# Securing tomy track to a hollow core door?



## BRPHO (Aug 1, 2006)

Hi guys,

Question?

I built a tomy 4 lane track on a 36" x 80" hollow core door. Should I secure it to the door with caulk or screws?

Pros/cons of either?

If screws what size and do you counter sink them?

Do you use the existing nail holes in the tomy track to put the screws through?

Thanks for any help that can be provided!

Wayne (Bolton's Speed Shop) :thumbsup:

Here is a pic of the track currently sitting on the hollow core door.


http://www.slotcarillustrated.com/portal/forums/picture.php?albumid=1635&pictureid=49426


----------



## slotcarman12078 (Oct 3, 2008)

From what I've read, silicone would be your best choice. It's removable should you decide to change the layout, and cures slow enough to give you plenty of time to adjust the track. Countersinking screws is rather tricky, because Tomy doesn't have enough "meat" under the track to give you a fudge factor. If you countersink too far, you end up with a big hole in the track. It doesn't take much to go too far. That solid core door panel isn't very thick, so ribbed nails (like they use to install paneling) would hold best if you choose that route, but finding them with a big enough head can be a royal pain too. 
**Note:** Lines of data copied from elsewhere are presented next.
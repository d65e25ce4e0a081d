//! Figures: one builder ([`Figure`], drawn by [`draw`]) for every plot Lamina makes, so they
//! share one look: quantity and unit on every axis (the unit with the SI prefix that suits the
//! data, `output (mV)`, `time (ps)`), plain tick numbers, log axes labelled by decade in
//! engineering notation (`1 pA`, `10 pA`, ...), markers on sampled points, legends naming each
//! series, our palette. Each figure is written as SVG (900 x 560 units) and PNG at print
//! resolution (1800 x 1120 pixels, everything drawn at twice the size), whole or not at all.
//! Labels use the embedded DejaVu Sans (see `assets/DejaVuSans-LICENSE.txt`).
//!
//! The figures: transfer curve with its gain and marks, butterfly with the largest squares,
//! waveforms, device characteristics on a log axis, and curves of any figure against a
//! parameter. Model estimates are flagged in the README and in the JSON summaries, not in
//! every title.

pub use lamina_netlist::units::engineering;
use plotters::coord::Shift;
use plotters::prelude::*;
use std::path::Path;
use std::sync::Once;

const FONT: &[u8] = include_bytes!("../assets/DejaVuSans.ttf");
/// SVG size in user units; the PNG is drawn at [`PNG_SCALE`] times this.
const SIZE: (u32, u32) = (900, 560);
/// PNG pixels per SVG unit.
const PNG_SCALE: u32 = 2;
/// Our palette: ink blue, warm orange, moss green, plum, brick, teal, ochre, slate.
const PALETTE: [RGBColor; 8] = [
    RGBColor(31, 58, 147),
    RGBColor(214, 110, 24),
    RGBColor(64, 130, 80),
    RGBColor(120, 60, 150),
    RGBColor(170, 50, 60),
    RGBColor(30, 125, 140),
    RGBColor(170, 135, 20),
    RGBColor(90, 95, 110),
];
const GRID: RGBColor = RGBColor(232, 232, 232);

fn register() {
    static ONCE: Once = Once::new();
    ONCE.call_once(|| {
        // The font is compiled in; a failure here would be a broken build, so labels fall back.
        let _ = plotters::style::register_font("sans-serif", FontStyle::Normal, FONT);
    });
}

type DrawResult = Result<(), String>;

fn err<E: std::fmt::Debug>(e: E) -> String {
    format!("cannot draw the plot: {e:?}")
}

/// An axis: the quantity and its SI unit (`"output"`, `"V"`), linear or logarithmic.
#[derive(Clone, Debug, PartialEq)]
pub struct Axis {
    /// What is plotted, in words or symbols (`input`, `V_GS`, `|I_D|`).
    pub quantity: String,
    /// Its SI unit without prefix (`V`, `A/µm`, `s`), empty for a pure number.
    pub unit: String,
    /// Logarithmic (of the magnitude; non-positive values are left out).
    pub log: bool,
}

impl Axis {
    /// A linear axis.
    pub fn new(quantity: &str, unit: &str) -> Axis {
        Axis {
            quantity: quantity.into(),
            unit: unit.into(),
            log: false,
        }
    }

    /// A logarithmic axis.
    pub fn log(quantity: &str, unit: &str) -> Axis {
        Axis {
            log: true,
            ..Axis::new(quantity, unit)
        }
    }

    /// From a description `quantity (unit)`; no parentheses: a pure number.
    pub fn described(desc: &str) -> Axis {
        match desc.rsplit_once(" (") {
            Some((q, u)) if u.ends_with(')') => Axis::new(q, &u[..u.len() - 1]),
            _ => Axis::new(desc, ""),
        }
    }
}

/// How a series is drawn.
#[derive(Clone, Copy, Debug, PartialEq, Eq)]
pub enum Style {
    /// A solid line.
    Line,
    /// A dashed line (a second quantity on the right axis, say).
    Dashed,
    /// Markers only.
    Points,
}

/// A named series of points.
#[derive(Clone, Debug, PartialEq)]
pub struct Series {
    /// Legend text (empty: no legend entry).
    pub name: String,
    /// The points, in the axes' SI units.
    pub points: Vec<(f64, f64)>,
    /// How it is drawn.
    pub style: Style,
    /// Whether each sample gets a marker (on by default for up to 60 points).
    pub markers: bool,
    /// Drawn against the right axis.
    pub right: bool,
    /// Palette index, so two series can share a colour (data and fit); default its position.
    pub colour: Option<usize>,
}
My advice is use silicone (make sure the stuff you buy hardens up... usually 24 hours to completely cure), and paint the table surface before installation. No paint on the track, and should you redesign, there won't be remnants of bare luann where the track wasn't. The door material should be rough enough even with the paint on it for the sili to stick to it. I would choose gloss for the paint. This will make removing the silicone easier off the door.
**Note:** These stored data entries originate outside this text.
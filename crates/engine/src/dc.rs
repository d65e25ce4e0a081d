//! Operating point and DC sweeps.
//!
//! The operating point solves `f(x) = 0` (charges ignored) and falls back in order:
//! 1. plain Newton from the initial guess;
//! 2. gmin stepping: a conductance from every node to ground, starting at `gmin_start` and
//!    divided by 10 per converged stage (by √10 and less after a failure), then removed;
//! 3. source stepping: every independent source scaled by λ from 0 to 1, the λ step doubled on
//!    quick convergence and halved on failure;
//! 4. pseudo-transient continuation: a capacitance-like term `c (x - x_prev)/Δτ` on every node
//!    row, integrated in pseudo-time with the step grown by the residual ratio (switched
//!    evolution relaxation), then a clean Newton solve without it.
//!
//! The result says which path succeeded. A DC sweep walks one independent source through a
//! list of values, predicting each point from the previous two (secant), and bisects the step
//! with hidden intermediate points where a point fails.

use crate::circuit::{ElementId, NodeId};
use crate::element::EvalContext;
use crate::error::EngineError;
use crate::system::{Load, NewtonFailure, NewtonParams, System};

/// Most stages of one homotopy (gmin or source stepping) before it gives up.
const MAX_HOMOTOPY_STAGES: usize = 400;

/// Parameters of an operating-point solve.
#[derive(Clone, Copy, Debug, PartialEq)]
pub struct OpParams {
    /// Newton parameters of each solve (default: [`NewtonParams::default`], 100 iterations).
    pub newton: NewtonParams,
    /// Conductance from every node to ground that stays in the final solution (default
    /// 1e-12 S). It also keeps nodes held only by devices that are off from being singular.
    pub gmin: f64,
    /// First conductance of gmin stepping (default 1e-3 S).
    pub gmin_start: f64,
    /// Smallest λ step of source stepping before it gives up (default 1e-6).
    pub source_min_step: f64,
    /// Pseudo-transient steps before it gives up (default 2000).
    pub pseudo_max_steps: usize,
}

impl Default for OpParams {
    fn default() -> Self {
        OpParams {
            newton: NewtonParams::default(),
            gmin: 1e-12,
            gmin_start: 1e-3,
            source_min_step: 1e-6,
            pseudo_max_steps: 2000,
        }
    }
}

/// Which path found the operating point.
#[derive(Clone, Copy, Debug, PartialEq, Eq)]
pub enum OpMethod {
    /// Plain Newton from the initial guess.
    Newton,
    /// Newton through decreasing shunt conductances.
    GminStepping,
    /// Newton while ramping every independent source from 0.
    SourceStepping,
    /// Pseudo-transient continuation.
    PseudoTransient,
}

impl OpMethod {
    /// A short description for reports.
    pub fn describe(self) -> &'static str {
        match self {
            OpMethod::Newton => "plain Newton",
            OpMethod::GminStepping => "gmin stepping",
            OpMethod::SourceStepping => "source stepping",
            OpMethod::PseudoTransient => "pseudo-transient continuation",
        }
    }
}

/// How the operating point was found.
#[derive(Clone, Copy, Debug, PartialEq)]
pub struct OpInfo {
    /// The path that succeeded.
    pub method: OpMethod,
    /// Newton iterations over all paths tried.
    pub iterations: usize,
    /// Largest residual-to-tolerance ratio of the final solve.
    pub residual_ratio: f64,
}

/// A solution vector with named access.
#[derive(Clone, Debug, PartialEq)]
pub struct Solution {
    /// All unknowns in the system's order.
    pub x: Vec<f64>,
}

impl Solution {
    /// The voltage of `node` (0 for ground).
    pub fn voltage(&self, system: &System, node: NodeId) -> f64 {
        system.node_unknown(node).map_or(0.0, |i| self.x[i])
    }
}

/// A signal to record during a sweep or a transient.
#[derive(Clone, Copy, Debug, PartialEq, Eq)]
pub enum Probe {
    /// A node voltage.
    Voltage(NodeId),
    /// The branch current of an element that owns one (voltage source, inductor, ...).
    Current(ElementId),
}
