/// A parsed file: every token (comments and whitespace sit in the gaps between token spans,
/// so the token list reproduces the file byte for byte) and the statements built over them,
/// each carrying the spans of its parts.
#[derive(Clone, Debug, PartialEq)]
pub struct SyntaxTree {
    /// All tokens in order, ending with `Eof`.
    pub tokens: Vec<Token>,
    /// The statements.
    pub statements: Vec<Stmt>,
}

impl SyntaxTree {
    /// Lexes and parses `text` (file `file`), collecting diagnostics.
    pub fn parse(file: crate::source::FileId, text: &str, diags: &mut Vec<Diagnostic>) -> Self {
        let tokens = crate::lexer::lex(file, text, diags);
        let statements = parse(&tokens, diags);
        SyntaxTree { tokens, statements }
    }

    /// The trivia (whitespace, comments, skipped characters) before token `k`.
    pub fn trivia_before(&self, k: usize) -> Span {
        let t = self.tokens[k].span;
        let start = if k == 0 {
            0
        } else {
            self.tokens[k - 1].span.end
        };
        Span::new(t.file, start, t.start)
    }

    /// Rebuilds the source from the tokens and the trivia between them; equal to the text
    /// the tree was parsed from.
    pub fn to_source(&self, text: &str) -> String {
        let mut out = String::with_capacity(text.len());
        for k in 0..self.tokens.len() {
            let lead = self.trivia_before(k);
            out.push_str(&text[lead.start..lead.end]);
            let s = self.tokens[k].span;
            out.push_str(&text[s.start..s.end]);
        }
        out
    }
}
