/** Fills `outcomes`, stopping at the first failure. */
function judgeAll(p: Prepared, tube: CandidateTube, v: FactSet, mf: FactSet, outcomes: RequirementOutcome[]): void {
  for (const r of p.memberReqs) {
    const o = outcomeOf(r, mf);
    outcomes.push(o);
    if (o.verdict === 'fail') return;
  }
  for (const r of p.vehicleReqs) {
    const o = outcomeOf(r, v);
    outcomes.push(o);
    if (o.verdict === 'fail') return;
  }
  for (const pl of p.plateReqs) {
    const pf = Object.create(v) as FactSet;
    for (const [k, val] of Object.entries(pl.facts)) pf[k] = val;
    pf['plate.attachedWallMm'] = tube.wallMm;
    pf['plate.attachedOdMm'] = tube.odMm;
    for (const r of pl.reqs) {
      const o = outcomeOf(r, pf, pl.plateId);
      outcomes.push(o);
      if (o.verdict === 'fail') return;
    }
  }
}

export interface RankOptions {
  /** Only stock of these materials; default: every material on the list. */
  materials?: readonly Material[];
}

const usable = (t: StockTube) => tubeSizeProblems(t).length === 0;

function rankPrepared(p: Prepared, stock: readonly StockTube[], materials: readonly Material[] | undefined): RankedCandidate[] {
  const out: RankedCandidate[] = [];
  for (const t of stock) if (usable(t) && (!materials || materials.includes(t.material))) out.push(judge(p, t));
  out.sort((a, b) => a.massPerMetreKg - b.massPerMetreKg || a.tube.odMm - b.tube.odMm || a.tube.wallMm - b.tube.wallMm);
  return out;
}

/** Every usable stock size judged for one member of a sheet, lightest first. */
export function rankStockForMember(compiled: CompiledRuleset, spec: Specification, memberIndex: number, stock: readonly StockTube[], options: RankOptions = {}): RankedCandidate[] {
  return rankPrepared(prepare(compiled, spec.vehicle.classId, spec, memberIndex), stock, options.materials);
}

/** The member's own tube as a candidate, with only what the sheet states (as the check reads it). */
export function currentTube(m: SpecMember): CandidateTube {
  return {
    odMm: m.odMm, wallMm: m.wallMm, ...(m.material ? { material: m.material } : {}), ...(m.process ? { process: m.process } : {}),
    ...(m.grade ? { grade: m.grade } : {}), ...(m.yieldMpa !== undefined ? { yieldMpa: m.yieldMpa } : {}),
  };
}

/** The current tube of a member judged the same way (so the saving compares like with like). */
export function judgeCurrentTube(compiled: CompiledRuleset, spec: Specification, memberIndex: number): RankedCandidate {
  return judge(prepare(compiled, spec.vehicle.classId, spec, memberIndex), currentTube(spec.members[memberIndex]));
}

/** One tube judged for one member of a sheet (the sheet as it is, other members included). */
export function judgeTubeForMember(compiled: CompiledRuleset, spec: Specification, memberIndex: number, tube: CandidateTube): RankedCandidate {
  return judge(prepare(compiled, spec.vehicle.classId, spec, memberIndex), tube);
}

// Usable stock lightest first, per stock list (the same order rankPrepared sorts its result in).
const byMass = new WeakMap<readonly StockTube[], StockTube[]>();
function lightestFirst(stock: readonly StockTube[]): StockTube[] {
  let sorted = byMass.get(stock);
  if (!sorted) {
    const mass = (t: StockTube) => tubeSectionProperties(t, t.material).massPerMetreKg;
    sorted = stock.filter(usable).map((t) => ({ t, m: mass(t) })).sort((a, b) => a.m - b.m || a.t.odMm - b.t.odMm || a.t.wallMm - b.t.wallMm).map((x) => x.t);
    byMass.set(stock, sorted);
  }
  return sorted;
}

/** Judges once per member of a sheet: the same work `rankStockForMember` does, kept for many tubes. */
export function memberJudge(compiled: CompiledRuleset, spec: Specification, memberIndex: number): {
  judge: (tube: CandidateTube) => RankedCandidate;
  rank: (stock: readonly StockTube[], materials?: readonly Material[]) => RankedCandidate[];
  /** The lightest legal stock size, judging lightest first and stopping there. */
  firstLegal: (stock: readonly StockTube[], materials?: readonly Material[]) => RankedCandidate | undefined;
} {
  const p = prepare(compiled, spec.vehicle.classId, spec, memberIndex);
  return {
    judge: (tube) => judge(p, tube),
    rank: (stock, materials) => rankPrepared(p, stock, materials),
    firstLegal: (stock, materials) => {
      for (const t of lightestFirst(stock)) {
        if (materials && !materials.includes(t.material)) continue;
        const c = judge(p, t);
        if (c.status === 'legal') return c;
      }
      return undefined;
    },
  };
}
This is where that set of encyclopedias come in handy!! :tongue:. Books work best for holding the track down. Oh, and with the silicone, a little is a lot!! Too much makes for a lot of work if you swap layouts, and you don't want it oozing from under your track. :thumbsup::thumbsup:


----------



## BRPHO (Aug 1, 2006)

Thank you for your help.

Very much appreciated!

I was thinking caulk also would be the easiest way to secure to the door for transportation purposes and moving.

Thank you again!

Wayne (Bolton's Speed Shop) :thumbsup:


----------



## ruralradio (Mar 11, 2011)

*Lag bolts and wing mollys.....*

I went the screw down route with my old A/FX track on a Ping-Pong table, had too many broken tabs to keep it secure, permanent layout anyway. I used #3 screws, #2 would have been better if I could have found 'em locally. Care must be taken with the countersink. I filled the screws and joints on my track, so it's not going anywhere or going to be changed. Was a bit of work but I like it.....


----------



## slotking (May 27, 2008)

you said hollow core door. I would use a combo

if you track goes to the very end or sides of the door, that where the support wood would be. at those spots you can use small finishing nails. That how I did my complete track. The nail heads end up almost flush with the track surface. touch the nail head with the tip of a soldering iron. The track will slide up flush with the nail head.

But 1st use the silicone adhesive to mount the track
the nail to add a bit more stick if you moving the door around

JMHO


----------



## tabcomary (Jun 2, 2010)

*"Stickin' It" to foam*

I don't have a spot for a permanent circuit, so I have been making-do with a 30" x 72" table that gets removed (along with the circuit) for the Christmas holidays, and any time we need that corner of the basement. I want to go t something a bit larger, so the hollow-core door is not an option. 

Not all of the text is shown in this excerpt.